(Dataset entries):

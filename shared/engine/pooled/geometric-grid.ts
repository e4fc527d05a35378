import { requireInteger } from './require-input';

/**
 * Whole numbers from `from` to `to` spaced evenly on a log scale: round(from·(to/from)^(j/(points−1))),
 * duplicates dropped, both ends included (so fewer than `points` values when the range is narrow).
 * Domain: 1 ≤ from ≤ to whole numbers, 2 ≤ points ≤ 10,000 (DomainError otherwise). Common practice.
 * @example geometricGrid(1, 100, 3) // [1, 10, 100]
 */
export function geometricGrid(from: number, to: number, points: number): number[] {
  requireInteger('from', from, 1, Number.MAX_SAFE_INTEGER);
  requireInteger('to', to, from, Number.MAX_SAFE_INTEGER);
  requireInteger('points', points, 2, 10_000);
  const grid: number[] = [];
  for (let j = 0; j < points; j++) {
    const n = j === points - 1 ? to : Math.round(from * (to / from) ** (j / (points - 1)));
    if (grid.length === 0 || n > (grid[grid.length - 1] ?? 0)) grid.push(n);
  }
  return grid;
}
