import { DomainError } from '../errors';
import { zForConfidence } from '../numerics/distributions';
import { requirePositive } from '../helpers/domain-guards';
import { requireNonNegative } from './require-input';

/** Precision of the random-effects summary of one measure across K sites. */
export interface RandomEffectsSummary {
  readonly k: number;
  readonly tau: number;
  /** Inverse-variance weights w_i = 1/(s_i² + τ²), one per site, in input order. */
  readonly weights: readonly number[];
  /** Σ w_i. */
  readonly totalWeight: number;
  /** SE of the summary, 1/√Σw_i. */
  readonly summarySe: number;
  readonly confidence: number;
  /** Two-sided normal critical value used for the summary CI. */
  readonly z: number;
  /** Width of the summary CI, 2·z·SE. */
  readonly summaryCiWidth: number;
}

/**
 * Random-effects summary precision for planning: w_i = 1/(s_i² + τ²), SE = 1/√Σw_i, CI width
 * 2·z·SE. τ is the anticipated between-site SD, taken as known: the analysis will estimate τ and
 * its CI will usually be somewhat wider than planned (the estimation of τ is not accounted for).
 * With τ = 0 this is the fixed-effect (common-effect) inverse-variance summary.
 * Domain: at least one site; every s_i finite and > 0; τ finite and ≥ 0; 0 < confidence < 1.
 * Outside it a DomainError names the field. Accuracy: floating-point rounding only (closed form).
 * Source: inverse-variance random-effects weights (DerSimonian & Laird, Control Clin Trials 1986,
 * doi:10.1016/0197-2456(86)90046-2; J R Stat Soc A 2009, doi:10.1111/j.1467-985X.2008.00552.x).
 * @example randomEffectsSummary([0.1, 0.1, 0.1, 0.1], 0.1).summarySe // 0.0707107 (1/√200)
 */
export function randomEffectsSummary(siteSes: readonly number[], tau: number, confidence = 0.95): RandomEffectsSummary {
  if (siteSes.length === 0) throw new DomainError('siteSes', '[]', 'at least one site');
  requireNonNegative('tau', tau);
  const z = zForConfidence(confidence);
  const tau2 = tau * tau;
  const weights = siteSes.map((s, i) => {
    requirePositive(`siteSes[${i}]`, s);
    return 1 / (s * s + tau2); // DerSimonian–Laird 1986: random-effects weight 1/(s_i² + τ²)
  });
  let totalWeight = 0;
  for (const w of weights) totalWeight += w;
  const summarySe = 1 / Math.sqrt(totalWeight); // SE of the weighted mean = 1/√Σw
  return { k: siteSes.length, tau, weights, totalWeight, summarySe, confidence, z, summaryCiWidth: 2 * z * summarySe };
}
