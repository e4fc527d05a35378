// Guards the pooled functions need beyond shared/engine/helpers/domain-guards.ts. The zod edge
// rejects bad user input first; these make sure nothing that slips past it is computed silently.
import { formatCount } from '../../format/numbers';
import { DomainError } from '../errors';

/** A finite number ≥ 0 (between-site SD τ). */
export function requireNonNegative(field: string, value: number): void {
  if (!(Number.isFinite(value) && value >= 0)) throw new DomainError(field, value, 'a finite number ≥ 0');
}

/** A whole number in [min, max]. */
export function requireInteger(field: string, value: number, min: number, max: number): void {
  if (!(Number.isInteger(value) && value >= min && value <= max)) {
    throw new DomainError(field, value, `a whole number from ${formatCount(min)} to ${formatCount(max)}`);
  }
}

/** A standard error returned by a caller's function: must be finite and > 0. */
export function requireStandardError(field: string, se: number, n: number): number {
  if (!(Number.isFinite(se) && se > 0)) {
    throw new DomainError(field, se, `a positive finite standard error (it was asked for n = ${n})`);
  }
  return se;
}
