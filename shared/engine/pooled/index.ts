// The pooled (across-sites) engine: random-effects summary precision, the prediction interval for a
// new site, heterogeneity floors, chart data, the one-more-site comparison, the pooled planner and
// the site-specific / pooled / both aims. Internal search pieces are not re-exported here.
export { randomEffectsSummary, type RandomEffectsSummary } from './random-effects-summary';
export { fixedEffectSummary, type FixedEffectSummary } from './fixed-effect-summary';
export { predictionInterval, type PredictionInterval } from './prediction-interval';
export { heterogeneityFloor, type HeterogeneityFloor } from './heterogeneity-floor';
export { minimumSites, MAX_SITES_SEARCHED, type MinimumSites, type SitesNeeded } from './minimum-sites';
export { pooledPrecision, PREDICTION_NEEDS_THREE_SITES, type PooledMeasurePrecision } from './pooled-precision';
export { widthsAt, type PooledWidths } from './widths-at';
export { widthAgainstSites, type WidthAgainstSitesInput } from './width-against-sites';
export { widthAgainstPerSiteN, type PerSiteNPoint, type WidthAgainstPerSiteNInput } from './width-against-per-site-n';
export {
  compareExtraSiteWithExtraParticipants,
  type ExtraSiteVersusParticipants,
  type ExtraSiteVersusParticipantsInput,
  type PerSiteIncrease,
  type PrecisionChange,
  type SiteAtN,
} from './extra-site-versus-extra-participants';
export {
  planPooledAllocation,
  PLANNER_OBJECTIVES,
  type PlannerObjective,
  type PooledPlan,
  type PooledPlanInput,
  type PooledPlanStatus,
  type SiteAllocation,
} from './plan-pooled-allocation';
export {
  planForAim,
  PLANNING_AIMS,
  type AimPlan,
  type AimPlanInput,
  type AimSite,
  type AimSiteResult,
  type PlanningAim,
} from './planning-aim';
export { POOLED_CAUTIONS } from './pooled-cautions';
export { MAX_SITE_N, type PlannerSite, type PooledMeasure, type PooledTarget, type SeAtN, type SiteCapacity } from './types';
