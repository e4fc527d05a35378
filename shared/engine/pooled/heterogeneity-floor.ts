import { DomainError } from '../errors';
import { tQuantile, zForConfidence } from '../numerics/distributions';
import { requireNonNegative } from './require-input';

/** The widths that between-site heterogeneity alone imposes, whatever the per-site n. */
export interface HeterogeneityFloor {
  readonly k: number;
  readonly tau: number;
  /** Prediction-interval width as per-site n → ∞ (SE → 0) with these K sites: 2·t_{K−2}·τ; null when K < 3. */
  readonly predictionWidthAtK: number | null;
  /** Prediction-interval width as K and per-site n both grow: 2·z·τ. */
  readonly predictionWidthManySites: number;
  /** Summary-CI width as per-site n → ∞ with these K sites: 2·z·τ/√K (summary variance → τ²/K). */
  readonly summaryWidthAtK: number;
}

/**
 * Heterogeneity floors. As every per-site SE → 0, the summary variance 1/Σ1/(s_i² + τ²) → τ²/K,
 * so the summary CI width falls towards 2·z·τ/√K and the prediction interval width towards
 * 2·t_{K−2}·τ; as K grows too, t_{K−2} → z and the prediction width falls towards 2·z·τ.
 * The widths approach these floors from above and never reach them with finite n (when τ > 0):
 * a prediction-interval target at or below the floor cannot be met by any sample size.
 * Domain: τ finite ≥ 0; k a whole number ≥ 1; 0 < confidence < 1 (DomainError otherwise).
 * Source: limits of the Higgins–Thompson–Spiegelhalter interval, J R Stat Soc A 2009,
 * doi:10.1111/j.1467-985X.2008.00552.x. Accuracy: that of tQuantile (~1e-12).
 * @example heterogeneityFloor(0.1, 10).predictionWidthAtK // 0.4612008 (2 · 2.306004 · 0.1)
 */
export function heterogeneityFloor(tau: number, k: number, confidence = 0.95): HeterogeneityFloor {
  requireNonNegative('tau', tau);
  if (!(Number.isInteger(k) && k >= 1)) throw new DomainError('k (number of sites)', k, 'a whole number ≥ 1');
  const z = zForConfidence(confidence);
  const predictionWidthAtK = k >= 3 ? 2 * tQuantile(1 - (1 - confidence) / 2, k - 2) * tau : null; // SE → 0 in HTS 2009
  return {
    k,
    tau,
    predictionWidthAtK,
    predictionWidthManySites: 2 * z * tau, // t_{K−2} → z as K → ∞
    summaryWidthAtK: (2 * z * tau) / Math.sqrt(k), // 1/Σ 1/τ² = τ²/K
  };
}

(What is required): Taking the records above, retype every line from the one with "n: number): number" down to the one with "interval for a", exactly and with nothing else.

(Solution):
export function requireStandardError(field: string, se: number, n: number): number {
  if (!(Number.isFinite(se) && se > 0)) {
    throw new DomainError(field, se, `a positive finite standard error (it was asked for n = ${n})`);
  }
  return se;
}
filename shared/engine/pooled/index.ts
// The pooled (across-sites) engine: random-effects summary precision, the prediction interval for a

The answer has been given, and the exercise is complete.